:: RECORDS PROVIDED ::
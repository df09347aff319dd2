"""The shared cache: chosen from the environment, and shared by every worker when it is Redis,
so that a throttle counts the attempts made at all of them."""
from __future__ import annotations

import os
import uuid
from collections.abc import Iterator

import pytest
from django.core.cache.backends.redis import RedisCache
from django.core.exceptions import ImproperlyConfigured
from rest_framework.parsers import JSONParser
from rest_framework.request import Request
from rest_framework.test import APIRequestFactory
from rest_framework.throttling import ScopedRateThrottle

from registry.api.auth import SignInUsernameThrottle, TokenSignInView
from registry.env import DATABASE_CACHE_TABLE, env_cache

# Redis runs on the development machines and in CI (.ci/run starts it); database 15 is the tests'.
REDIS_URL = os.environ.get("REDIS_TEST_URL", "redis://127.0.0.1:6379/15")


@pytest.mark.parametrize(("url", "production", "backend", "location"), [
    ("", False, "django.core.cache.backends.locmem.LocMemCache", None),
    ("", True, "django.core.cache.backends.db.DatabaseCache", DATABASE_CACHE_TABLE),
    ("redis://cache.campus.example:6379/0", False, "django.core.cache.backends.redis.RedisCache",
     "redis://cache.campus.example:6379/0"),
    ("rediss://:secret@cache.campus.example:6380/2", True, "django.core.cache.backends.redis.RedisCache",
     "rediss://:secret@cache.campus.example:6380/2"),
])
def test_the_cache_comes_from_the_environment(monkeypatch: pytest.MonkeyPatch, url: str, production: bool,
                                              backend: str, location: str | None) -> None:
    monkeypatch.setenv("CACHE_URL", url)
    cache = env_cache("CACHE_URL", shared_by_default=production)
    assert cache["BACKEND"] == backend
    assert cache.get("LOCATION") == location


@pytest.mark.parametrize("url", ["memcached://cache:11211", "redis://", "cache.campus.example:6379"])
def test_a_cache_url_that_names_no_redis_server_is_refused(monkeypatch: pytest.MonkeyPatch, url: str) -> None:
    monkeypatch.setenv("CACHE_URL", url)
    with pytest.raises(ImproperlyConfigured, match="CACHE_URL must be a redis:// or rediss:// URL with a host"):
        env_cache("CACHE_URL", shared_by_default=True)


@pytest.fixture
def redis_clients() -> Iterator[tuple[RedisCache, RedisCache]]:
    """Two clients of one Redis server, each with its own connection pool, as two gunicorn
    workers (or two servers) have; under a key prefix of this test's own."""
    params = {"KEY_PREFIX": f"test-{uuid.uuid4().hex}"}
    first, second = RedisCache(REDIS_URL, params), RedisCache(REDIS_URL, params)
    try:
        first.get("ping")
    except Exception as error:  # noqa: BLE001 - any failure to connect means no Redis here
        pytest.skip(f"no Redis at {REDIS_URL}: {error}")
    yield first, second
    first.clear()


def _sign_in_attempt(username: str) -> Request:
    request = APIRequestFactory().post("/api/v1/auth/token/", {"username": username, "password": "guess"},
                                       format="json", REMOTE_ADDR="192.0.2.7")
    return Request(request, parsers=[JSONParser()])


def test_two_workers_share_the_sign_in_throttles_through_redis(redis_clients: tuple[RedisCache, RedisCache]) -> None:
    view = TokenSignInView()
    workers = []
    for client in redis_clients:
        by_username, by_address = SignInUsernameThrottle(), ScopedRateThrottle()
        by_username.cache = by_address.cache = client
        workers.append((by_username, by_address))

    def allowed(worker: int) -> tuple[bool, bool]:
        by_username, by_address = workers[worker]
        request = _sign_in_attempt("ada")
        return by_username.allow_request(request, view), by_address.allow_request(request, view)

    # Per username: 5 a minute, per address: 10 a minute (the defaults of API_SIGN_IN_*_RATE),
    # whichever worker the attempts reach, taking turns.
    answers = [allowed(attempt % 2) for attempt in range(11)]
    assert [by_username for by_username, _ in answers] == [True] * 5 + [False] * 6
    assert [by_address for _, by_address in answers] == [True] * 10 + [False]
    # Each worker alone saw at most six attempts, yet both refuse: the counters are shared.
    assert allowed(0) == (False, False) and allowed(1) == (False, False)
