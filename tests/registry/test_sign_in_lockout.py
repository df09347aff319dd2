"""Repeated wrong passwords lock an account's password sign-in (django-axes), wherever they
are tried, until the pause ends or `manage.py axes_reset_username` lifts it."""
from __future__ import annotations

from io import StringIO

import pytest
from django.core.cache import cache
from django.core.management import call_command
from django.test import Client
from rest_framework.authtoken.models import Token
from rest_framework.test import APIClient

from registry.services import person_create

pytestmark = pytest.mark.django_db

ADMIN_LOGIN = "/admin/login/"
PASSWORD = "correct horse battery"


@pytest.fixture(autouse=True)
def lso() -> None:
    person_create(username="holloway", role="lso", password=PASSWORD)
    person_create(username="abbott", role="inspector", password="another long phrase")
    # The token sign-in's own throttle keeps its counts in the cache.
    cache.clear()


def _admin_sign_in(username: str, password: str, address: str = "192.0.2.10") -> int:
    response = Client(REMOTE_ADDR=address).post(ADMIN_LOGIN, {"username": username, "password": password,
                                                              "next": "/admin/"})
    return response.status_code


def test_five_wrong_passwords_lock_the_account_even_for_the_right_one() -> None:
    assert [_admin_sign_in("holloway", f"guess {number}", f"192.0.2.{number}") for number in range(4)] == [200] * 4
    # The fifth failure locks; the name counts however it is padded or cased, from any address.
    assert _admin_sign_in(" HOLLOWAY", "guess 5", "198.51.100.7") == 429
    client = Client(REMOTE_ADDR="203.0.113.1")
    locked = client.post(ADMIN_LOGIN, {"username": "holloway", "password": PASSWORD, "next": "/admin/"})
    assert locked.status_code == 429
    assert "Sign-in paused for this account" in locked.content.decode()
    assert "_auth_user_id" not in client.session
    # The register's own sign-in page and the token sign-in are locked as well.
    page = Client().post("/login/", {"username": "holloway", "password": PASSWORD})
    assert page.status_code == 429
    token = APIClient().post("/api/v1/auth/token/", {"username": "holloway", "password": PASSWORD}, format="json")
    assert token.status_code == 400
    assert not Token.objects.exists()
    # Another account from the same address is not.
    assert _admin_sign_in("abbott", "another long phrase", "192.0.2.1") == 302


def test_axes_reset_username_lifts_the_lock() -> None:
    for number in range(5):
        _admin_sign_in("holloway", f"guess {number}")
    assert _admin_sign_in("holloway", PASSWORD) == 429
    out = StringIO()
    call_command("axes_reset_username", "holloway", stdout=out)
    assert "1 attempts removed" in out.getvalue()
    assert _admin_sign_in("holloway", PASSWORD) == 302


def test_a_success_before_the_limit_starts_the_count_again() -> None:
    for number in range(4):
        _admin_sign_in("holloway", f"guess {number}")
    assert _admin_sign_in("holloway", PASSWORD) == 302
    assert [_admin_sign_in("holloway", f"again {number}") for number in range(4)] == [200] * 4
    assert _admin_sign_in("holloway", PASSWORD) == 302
:::
WHAT YOU NEED TO DO =
Scan the entries above and copy each line where "monkeypatch" occurs.

ANSWER TO THIS PROBLEM =
def test_the_cache_comes_from_the_environment(monkeypatch: pytest.MonkeyPatch, url: str, production: bool,
    monkeypatch.setenv("CACHE_URL", url)
def test_a_cache_url_that_names_no_redis_server_is_refused(monkeypatch: pytest.MonkeyPatch, url: str) -> None:
    monkeypatch.setenv("CACHE_URL", url)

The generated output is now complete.